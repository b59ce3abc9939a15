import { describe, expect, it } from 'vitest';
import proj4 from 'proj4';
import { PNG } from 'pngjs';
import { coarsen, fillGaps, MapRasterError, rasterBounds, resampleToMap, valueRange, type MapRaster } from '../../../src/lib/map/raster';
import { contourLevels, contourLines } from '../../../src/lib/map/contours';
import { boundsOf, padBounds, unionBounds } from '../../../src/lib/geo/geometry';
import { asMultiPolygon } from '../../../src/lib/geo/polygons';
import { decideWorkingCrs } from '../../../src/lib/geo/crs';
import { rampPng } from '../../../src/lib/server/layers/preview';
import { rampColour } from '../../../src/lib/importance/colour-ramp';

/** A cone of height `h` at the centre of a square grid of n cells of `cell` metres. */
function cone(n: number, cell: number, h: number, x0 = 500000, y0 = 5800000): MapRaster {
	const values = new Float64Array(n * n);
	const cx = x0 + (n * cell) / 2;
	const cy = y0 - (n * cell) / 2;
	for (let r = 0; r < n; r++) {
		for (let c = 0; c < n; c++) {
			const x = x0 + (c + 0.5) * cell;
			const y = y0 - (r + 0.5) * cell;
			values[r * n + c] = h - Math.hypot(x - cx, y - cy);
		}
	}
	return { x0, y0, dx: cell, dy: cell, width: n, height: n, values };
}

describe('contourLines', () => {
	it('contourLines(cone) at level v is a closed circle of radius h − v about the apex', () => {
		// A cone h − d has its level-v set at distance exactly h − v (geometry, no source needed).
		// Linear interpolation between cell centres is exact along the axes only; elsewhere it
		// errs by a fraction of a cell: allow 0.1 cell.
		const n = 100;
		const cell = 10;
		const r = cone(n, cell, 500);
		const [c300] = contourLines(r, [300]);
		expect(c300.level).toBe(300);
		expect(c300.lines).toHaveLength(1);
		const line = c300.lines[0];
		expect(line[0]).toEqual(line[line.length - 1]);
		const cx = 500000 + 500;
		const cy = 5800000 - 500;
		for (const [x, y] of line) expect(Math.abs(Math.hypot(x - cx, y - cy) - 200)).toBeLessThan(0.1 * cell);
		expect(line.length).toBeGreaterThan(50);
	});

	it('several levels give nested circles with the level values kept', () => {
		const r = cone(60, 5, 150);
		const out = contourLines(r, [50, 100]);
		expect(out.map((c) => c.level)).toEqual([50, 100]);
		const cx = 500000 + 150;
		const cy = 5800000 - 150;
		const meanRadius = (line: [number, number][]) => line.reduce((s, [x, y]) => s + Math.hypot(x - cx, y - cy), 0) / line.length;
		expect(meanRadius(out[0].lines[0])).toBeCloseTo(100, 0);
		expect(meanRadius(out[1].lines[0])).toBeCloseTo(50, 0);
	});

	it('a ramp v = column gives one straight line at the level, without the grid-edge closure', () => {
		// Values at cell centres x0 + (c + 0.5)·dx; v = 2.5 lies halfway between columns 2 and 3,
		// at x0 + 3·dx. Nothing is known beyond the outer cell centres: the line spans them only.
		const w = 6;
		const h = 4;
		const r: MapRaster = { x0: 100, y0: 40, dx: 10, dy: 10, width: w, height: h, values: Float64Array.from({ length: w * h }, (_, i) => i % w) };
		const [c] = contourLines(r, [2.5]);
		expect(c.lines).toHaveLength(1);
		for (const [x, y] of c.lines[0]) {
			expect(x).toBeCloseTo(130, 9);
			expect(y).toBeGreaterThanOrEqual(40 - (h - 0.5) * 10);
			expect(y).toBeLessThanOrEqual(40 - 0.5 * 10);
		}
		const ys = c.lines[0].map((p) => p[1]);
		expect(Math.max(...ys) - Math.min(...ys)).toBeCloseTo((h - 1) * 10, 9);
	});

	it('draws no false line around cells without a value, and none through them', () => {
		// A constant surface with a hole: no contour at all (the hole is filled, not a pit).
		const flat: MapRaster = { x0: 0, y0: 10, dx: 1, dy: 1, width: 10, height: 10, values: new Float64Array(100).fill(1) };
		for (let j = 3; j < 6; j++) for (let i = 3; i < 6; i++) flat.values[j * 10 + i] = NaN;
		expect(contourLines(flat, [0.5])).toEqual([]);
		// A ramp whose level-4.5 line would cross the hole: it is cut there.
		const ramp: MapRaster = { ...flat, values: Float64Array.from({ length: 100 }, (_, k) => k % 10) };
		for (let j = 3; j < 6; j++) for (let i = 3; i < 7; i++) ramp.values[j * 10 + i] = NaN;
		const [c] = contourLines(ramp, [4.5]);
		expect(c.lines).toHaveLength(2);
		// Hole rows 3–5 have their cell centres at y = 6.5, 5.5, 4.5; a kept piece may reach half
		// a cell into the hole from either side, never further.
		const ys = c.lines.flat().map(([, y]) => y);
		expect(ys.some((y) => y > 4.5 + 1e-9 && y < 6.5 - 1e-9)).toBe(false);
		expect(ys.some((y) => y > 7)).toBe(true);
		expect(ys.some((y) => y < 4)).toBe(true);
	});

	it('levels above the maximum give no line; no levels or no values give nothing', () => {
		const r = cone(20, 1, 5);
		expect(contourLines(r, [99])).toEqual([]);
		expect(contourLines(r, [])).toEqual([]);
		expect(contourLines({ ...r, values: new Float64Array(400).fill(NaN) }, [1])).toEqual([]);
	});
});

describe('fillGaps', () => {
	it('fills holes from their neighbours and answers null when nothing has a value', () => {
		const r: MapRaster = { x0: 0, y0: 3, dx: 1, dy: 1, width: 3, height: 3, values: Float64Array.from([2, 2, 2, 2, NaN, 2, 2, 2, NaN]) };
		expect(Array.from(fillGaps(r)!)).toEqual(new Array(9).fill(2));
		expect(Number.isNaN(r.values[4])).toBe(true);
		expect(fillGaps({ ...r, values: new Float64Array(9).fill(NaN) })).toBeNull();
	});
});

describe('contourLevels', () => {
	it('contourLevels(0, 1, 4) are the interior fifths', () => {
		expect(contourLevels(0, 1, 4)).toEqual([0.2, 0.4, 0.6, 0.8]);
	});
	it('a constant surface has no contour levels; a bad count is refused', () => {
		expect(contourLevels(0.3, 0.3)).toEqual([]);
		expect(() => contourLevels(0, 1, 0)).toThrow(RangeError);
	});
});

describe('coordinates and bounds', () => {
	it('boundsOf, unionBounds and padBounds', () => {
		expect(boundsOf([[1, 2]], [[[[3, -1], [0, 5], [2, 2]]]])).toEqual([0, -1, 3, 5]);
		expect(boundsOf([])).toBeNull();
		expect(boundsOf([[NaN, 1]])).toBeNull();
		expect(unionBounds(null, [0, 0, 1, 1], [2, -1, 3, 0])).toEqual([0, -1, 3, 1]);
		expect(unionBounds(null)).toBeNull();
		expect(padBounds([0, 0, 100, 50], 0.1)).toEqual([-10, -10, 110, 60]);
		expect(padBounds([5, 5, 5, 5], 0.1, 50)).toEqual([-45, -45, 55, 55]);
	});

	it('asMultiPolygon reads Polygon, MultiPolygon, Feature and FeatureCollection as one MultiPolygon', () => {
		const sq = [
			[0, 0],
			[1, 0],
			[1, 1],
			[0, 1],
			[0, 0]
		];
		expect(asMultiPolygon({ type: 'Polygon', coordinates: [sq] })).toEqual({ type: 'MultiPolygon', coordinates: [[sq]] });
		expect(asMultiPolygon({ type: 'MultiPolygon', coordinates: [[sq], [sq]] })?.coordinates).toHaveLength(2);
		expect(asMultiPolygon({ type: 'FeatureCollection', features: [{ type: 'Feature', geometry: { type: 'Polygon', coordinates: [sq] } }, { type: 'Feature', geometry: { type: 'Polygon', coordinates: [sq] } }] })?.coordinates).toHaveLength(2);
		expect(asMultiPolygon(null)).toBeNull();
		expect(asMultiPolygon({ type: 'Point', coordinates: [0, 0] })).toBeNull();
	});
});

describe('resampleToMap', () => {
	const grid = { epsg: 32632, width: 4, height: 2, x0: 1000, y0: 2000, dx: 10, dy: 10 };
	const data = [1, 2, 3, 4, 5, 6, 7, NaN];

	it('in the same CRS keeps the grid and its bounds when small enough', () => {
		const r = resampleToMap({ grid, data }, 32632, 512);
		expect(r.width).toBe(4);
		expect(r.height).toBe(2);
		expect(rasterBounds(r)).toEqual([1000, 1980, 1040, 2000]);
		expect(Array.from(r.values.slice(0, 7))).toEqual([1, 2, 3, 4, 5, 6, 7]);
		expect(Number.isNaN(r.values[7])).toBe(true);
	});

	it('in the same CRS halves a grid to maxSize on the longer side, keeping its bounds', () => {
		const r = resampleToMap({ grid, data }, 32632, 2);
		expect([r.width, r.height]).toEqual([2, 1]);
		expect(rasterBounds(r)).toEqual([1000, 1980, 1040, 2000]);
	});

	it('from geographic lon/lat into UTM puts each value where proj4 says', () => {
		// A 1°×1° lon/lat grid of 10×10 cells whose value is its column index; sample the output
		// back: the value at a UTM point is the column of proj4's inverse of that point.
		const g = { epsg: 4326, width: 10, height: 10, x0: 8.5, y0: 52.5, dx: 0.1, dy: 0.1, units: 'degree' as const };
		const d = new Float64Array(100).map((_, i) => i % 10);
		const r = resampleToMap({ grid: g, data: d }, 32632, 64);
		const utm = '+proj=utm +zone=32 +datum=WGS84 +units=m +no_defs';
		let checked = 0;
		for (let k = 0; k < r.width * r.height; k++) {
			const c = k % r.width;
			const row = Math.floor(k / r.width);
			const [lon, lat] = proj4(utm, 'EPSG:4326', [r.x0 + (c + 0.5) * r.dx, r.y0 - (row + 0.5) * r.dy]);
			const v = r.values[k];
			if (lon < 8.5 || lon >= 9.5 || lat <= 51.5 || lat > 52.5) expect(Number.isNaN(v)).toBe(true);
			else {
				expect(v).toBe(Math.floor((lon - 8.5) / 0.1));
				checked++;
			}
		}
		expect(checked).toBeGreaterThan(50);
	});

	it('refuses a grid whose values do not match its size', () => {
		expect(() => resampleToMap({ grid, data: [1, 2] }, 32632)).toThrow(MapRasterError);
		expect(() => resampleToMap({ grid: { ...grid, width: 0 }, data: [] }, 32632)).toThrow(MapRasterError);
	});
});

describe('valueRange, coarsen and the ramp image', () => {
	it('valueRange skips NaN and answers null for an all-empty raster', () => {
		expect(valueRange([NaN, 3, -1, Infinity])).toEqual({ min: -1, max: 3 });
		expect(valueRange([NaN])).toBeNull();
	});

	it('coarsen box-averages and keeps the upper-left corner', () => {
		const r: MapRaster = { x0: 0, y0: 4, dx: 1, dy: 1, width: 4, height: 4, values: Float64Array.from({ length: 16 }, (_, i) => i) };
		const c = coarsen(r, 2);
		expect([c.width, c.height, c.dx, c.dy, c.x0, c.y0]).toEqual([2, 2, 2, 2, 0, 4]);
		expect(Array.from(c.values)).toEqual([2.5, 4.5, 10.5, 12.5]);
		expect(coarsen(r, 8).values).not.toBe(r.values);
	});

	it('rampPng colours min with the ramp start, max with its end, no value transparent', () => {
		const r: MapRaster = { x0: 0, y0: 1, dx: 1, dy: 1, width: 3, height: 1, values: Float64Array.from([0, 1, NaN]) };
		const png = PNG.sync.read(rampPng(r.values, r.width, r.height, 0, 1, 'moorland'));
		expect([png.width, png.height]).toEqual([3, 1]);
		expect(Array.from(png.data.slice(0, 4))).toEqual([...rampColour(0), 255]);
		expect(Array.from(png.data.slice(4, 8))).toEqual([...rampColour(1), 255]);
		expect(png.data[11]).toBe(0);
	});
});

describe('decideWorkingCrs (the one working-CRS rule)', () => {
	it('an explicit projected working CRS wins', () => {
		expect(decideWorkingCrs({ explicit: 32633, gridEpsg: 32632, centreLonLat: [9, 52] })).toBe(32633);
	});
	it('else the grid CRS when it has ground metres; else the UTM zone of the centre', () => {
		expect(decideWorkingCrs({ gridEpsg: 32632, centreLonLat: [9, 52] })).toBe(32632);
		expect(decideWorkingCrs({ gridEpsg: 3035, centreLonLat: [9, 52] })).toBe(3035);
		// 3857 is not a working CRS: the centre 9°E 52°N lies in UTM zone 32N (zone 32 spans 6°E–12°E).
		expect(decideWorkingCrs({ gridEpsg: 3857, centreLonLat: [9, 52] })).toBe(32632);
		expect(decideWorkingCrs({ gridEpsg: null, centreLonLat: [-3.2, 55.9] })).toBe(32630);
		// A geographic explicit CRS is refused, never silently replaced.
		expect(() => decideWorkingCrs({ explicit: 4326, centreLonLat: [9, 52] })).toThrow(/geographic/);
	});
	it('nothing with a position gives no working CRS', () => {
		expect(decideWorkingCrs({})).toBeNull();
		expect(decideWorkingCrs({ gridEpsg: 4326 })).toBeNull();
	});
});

◆ ◆ ◆ ◆ ◆

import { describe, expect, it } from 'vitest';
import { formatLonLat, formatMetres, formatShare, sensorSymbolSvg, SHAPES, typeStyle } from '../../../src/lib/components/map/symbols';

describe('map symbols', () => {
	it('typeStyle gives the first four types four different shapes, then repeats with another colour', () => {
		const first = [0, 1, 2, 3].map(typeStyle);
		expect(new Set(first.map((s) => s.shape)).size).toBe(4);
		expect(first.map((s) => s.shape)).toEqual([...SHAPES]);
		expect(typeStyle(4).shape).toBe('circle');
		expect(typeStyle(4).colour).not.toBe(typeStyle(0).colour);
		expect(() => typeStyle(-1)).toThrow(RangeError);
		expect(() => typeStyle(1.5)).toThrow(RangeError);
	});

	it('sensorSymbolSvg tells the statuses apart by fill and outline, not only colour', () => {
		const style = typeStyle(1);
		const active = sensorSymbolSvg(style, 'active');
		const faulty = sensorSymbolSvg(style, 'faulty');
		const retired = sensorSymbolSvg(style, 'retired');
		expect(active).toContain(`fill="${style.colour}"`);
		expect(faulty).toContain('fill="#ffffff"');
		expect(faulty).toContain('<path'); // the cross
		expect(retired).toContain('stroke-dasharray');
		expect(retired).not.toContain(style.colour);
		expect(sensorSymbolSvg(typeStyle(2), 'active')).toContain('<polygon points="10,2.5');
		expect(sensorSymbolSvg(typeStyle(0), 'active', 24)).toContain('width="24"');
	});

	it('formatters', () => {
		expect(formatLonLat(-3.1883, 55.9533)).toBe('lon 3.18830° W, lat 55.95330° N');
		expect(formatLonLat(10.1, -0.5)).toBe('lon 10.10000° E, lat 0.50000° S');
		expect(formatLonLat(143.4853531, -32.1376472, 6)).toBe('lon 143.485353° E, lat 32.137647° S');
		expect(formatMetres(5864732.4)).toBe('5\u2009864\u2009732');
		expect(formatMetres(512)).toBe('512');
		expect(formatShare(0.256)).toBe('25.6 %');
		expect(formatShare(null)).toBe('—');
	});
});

◆ ◆ ◆ ◆ ◆

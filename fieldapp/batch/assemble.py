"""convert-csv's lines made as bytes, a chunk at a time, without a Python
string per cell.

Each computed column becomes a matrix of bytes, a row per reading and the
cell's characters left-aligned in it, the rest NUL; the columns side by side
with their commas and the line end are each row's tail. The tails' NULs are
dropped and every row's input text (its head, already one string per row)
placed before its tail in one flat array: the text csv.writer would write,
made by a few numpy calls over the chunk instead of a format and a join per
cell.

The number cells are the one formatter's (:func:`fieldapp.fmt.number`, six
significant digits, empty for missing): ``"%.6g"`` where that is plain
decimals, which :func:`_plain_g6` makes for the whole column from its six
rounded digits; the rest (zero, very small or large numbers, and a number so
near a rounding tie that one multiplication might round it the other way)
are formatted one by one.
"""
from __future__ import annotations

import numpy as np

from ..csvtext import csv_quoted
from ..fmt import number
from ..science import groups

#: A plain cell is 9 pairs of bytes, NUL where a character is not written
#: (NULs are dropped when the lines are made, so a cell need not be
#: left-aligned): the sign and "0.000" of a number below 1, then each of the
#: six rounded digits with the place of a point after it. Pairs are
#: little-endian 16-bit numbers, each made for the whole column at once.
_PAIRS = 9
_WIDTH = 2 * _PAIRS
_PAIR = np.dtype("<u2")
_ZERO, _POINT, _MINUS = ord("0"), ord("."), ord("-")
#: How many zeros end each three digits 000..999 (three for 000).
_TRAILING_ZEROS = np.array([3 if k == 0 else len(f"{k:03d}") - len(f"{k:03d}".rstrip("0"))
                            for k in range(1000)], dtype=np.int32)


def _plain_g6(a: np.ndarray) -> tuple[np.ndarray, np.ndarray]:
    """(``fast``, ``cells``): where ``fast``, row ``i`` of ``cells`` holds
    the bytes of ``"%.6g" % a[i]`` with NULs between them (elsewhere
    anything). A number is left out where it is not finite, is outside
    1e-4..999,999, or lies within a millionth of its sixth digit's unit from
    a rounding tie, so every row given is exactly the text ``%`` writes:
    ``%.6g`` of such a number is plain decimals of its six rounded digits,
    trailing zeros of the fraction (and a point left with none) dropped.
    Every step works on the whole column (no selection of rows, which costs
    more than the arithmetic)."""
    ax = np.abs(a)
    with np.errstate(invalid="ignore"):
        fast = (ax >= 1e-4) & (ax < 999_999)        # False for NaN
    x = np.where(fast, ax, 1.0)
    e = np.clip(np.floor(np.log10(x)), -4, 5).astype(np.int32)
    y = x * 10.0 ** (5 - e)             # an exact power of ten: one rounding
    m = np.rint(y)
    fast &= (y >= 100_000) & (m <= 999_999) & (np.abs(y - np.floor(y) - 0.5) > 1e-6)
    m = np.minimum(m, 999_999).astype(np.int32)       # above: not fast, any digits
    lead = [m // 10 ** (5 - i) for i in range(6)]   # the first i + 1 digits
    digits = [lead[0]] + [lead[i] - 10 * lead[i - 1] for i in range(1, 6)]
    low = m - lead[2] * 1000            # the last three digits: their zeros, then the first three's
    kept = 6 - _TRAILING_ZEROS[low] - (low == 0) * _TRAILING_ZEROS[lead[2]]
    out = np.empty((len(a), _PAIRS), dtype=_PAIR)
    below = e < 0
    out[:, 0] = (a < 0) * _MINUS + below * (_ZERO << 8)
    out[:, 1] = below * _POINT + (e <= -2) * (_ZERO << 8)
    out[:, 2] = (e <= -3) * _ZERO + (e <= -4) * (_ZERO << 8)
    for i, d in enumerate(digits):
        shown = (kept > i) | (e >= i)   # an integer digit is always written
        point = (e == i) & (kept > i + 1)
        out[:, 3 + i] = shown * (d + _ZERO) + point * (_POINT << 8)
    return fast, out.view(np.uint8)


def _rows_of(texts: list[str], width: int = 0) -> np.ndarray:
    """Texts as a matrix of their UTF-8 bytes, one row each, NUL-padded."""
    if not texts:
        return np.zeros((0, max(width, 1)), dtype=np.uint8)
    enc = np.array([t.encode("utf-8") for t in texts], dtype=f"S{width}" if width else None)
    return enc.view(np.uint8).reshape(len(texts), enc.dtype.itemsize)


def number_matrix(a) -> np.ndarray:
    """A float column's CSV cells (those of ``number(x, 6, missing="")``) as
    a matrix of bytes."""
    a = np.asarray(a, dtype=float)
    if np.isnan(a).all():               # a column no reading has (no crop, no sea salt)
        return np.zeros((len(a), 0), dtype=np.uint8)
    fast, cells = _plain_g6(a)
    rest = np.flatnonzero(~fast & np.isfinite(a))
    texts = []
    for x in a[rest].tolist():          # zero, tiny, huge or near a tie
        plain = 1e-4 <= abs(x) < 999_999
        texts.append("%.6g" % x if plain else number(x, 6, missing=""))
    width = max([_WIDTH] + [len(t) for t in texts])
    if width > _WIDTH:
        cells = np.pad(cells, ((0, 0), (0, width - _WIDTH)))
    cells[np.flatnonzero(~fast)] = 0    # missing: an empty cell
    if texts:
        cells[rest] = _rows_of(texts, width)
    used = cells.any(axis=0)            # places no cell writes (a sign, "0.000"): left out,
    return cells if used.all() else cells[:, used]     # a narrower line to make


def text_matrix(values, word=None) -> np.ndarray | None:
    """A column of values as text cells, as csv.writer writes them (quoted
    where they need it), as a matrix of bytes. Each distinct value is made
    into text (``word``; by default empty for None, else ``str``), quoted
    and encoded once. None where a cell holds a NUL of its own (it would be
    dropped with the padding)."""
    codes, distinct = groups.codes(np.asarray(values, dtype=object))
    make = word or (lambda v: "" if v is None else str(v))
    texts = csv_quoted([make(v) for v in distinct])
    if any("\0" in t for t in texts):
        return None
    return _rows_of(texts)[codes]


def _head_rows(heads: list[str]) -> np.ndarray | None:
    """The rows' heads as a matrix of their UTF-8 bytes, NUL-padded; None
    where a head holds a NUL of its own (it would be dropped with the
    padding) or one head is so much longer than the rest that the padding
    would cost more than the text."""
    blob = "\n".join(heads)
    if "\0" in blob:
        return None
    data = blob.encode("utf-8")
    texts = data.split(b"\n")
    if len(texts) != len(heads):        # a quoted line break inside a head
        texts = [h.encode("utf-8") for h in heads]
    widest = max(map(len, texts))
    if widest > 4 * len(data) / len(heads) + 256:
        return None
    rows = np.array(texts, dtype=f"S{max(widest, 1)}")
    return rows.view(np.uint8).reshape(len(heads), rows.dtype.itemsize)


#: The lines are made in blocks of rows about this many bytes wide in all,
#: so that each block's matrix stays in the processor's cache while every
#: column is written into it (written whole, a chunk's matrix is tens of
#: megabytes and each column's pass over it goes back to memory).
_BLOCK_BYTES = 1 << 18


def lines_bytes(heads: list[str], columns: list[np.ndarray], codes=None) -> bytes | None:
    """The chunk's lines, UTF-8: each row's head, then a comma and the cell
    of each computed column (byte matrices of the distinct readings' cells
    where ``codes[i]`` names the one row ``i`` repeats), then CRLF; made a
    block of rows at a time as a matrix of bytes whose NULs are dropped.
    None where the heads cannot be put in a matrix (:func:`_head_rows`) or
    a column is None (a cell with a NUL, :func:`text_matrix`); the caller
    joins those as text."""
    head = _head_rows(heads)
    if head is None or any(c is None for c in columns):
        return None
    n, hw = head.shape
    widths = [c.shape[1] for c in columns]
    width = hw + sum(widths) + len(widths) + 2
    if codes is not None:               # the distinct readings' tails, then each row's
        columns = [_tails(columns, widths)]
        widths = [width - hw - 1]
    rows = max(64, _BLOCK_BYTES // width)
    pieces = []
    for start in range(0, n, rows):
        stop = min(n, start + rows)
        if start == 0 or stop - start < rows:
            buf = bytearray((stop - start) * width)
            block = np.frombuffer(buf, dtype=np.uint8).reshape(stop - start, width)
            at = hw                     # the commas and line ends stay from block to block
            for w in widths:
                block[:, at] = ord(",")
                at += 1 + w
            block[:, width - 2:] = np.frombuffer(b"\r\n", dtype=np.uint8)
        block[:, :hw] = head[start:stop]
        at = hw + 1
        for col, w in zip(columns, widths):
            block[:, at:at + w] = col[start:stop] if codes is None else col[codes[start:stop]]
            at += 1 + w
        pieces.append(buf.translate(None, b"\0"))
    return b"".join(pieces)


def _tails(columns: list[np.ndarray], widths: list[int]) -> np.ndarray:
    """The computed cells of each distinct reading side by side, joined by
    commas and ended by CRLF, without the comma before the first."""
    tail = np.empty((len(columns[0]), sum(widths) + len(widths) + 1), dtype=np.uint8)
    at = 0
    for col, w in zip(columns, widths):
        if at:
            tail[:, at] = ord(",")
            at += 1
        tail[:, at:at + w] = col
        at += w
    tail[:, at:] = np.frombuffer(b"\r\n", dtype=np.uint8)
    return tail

◆ ◆ ◆ ◆ ◆

• Prompt: Identify the lines in the entries that hold "columns" and return each one.

• Your response:
		// Values at cell centres x0 + (c + 0.5)·dx; v = 2.5 lies halfway between columns 2 and 3,
cell's characters left-aligned in it, the rest NUL; the columns side by side
def lines_bytes(heads: list[str], columns: list[np.ndarray], codes=None) -> bytes | None:
    if head is None or any(c is None for c in columns):
    widths = [c.shape[1] for c in columns]
        columns = [_tails(columns, widths)]
        for col, w in zip(columns, widths):
def _tails(columns: list[np.ndarray], widths: list[int]) -> np.ndarray:
    tail = np.empty((len(columns[0]), sum(widths) + len(widths) + 1), dtype=np.uint8)
    for col, w in zip(columns, widths):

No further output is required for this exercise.